BEGIN
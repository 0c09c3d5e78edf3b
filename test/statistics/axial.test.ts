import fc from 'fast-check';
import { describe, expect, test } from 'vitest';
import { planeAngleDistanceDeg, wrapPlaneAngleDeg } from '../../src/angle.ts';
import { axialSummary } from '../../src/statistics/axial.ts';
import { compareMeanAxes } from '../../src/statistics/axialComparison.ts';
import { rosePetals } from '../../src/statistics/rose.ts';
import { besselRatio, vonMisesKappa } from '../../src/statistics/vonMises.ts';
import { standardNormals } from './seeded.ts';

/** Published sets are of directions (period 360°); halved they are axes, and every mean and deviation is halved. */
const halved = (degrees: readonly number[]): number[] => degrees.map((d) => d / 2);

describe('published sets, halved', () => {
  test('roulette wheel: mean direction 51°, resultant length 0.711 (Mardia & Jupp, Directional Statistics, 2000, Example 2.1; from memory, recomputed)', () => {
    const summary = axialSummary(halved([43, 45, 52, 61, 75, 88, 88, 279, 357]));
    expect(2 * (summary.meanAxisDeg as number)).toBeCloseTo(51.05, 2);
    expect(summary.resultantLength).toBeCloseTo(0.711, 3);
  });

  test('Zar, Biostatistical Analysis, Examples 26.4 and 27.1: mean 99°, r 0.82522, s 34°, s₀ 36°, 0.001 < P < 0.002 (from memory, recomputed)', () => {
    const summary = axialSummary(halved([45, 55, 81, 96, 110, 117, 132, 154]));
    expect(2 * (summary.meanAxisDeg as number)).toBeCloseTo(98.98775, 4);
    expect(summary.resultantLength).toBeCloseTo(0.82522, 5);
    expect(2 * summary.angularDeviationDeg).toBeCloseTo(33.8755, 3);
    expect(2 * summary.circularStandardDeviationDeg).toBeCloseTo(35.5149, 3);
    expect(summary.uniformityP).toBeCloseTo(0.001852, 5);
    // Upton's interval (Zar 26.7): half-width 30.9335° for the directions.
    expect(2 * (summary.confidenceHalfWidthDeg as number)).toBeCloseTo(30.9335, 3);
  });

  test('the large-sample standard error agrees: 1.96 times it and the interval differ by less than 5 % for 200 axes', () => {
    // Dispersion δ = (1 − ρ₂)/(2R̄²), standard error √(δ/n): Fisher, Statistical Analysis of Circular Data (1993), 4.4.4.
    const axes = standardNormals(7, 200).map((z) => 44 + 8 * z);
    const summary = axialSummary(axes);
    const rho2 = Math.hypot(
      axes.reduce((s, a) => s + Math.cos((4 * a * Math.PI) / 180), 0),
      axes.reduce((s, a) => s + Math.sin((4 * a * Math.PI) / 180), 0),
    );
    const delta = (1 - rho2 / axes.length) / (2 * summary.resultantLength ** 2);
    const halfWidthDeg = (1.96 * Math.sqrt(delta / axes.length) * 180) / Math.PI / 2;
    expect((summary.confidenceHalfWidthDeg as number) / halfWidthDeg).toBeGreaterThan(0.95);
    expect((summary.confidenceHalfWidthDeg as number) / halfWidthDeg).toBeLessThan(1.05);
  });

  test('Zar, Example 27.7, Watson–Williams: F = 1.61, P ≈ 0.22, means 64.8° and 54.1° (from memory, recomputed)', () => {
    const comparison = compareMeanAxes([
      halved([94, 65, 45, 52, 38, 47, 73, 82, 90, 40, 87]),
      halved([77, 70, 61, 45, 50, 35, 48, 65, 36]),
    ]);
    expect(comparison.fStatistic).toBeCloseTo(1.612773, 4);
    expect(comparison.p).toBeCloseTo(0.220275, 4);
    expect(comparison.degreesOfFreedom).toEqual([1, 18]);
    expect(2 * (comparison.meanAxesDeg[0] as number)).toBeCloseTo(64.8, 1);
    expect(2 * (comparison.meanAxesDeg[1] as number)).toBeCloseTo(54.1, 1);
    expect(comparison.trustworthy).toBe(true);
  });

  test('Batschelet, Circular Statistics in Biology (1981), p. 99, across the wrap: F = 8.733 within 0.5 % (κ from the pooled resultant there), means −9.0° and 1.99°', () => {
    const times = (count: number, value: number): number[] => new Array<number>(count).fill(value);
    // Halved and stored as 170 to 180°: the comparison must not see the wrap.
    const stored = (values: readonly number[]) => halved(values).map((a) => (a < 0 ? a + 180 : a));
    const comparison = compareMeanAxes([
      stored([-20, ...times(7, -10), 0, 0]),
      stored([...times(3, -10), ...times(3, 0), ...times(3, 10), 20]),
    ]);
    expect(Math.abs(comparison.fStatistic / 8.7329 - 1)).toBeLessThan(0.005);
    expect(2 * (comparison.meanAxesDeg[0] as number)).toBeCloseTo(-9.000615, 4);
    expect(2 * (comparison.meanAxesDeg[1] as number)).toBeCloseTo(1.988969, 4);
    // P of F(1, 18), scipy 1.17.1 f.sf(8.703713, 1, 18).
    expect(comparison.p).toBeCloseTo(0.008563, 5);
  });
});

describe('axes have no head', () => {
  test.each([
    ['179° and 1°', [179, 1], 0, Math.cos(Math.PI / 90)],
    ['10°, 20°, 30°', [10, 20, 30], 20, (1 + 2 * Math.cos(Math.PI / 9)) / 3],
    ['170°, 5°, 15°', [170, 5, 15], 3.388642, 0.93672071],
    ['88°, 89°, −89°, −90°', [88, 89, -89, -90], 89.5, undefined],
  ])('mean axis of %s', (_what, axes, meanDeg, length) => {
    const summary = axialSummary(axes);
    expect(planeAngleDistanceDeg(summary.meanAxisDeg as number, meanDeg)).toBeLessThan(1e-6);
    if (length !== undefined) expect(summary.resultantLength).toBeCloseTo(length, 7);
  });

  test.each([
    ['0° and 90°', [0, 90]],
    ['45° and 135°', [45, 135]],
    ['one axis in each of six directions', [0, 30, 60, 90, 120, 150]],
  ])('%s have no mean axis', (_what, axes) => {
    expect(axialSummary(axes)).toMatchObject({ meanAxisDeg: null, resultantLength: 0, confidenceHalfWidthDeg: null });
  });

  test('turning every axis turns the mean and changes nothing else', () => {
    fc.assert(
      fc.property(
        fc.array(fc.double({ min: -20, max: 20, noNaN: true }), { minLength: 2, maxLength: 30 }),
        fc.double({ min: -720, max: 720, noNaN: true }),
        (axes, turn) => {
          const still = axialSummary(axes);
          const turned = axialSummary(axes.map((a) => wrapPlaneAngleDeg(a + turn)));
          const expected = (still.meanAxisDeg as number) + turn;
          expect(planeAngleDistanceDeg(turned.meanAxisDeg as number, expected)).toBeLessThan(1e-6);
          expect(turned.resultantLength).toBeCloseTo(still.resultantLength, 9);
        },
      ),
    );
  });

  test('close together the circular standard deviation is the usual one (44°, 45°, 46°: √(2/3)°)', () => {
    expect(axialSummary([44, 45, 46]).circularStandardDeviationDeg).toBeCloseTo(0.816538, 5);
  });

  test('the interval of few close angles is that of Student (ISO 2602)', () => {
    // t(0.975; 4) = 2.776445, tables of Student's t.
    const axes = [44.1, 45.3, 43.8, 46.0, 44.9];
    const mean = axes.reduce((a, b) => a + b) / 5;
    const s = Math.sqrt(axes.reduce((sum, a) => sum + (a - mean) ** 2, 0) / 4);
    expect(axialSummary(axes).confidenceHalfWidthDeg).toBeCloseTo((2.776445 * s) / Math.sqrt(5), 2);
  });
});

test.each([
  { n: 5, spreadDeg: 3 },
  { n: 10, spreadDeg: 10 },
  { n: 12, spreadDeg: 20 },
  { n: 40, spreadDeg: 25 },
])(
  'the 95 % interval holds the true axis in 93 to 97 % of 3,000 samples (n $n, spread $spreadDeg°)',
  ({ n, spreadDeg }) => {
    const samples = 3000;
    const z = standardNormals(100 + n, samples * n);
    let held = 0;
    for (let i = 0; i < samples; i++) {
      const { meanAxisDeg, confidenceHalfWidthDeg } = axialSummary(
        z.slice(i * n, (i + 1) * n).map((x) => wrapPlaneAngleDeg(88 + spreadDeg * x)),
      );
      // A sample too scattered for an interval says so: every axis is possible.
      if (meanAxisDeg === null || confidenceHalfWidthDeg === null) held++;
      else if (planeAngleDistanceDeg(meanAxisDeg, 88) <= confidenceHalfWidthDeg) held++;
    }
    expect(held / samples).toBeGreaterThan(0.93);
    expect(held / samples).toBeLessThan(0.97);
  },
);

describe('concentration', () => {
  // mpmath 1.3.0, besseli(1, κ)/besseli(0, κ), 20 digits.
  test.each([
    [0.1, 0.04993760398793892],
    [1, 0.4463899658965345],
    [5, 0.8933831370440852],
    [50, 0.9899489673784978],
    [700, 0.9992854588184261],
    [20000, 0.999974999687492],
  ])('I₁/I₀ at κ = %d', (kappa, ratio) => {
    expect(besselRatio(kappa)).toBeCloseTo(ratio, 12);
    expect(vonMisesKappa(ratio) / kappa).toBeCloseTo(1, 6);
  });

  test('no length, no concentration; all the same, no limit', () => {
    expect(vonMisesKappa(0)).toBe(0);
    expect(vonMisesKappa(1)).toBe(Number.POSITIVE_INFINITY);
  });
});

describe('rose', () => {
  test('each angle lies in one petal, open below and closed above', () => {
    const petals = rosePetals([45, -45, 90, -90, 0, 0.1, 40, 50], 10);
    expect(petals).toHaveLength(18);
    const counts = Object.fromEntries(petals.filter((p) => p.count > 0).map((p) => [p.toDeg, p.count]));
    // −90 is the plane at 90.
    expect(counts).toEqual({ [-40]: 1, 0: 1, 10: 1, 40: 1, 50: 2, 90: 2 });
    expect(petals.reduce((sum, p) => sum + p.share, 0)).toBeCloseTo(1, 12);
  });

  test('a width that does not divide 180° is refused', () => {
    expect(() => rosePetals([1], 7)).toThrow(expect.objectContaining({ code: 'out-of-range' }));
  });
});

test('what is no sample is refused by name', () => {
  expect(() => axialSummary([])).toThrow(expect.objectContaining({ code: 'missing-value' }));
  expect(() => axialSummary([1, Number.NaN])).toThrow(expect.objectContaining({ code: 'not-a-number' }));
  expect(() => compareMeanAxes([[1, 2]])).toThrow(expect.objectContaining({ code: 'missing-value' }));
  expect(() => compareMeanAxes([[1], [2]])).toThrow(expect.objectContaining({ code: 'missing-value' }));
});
END
**Goal of the exercise**
Your reply should hold every line from the data that contains "noNaN", copied in full.

**Response box**
        fc.array(fc.double({ min: -20, max: 20, noNaN: true }), { minLength: 2, maxLength: 30 }),
        fc.double({ min: -720, max: 720, noNaN: true }),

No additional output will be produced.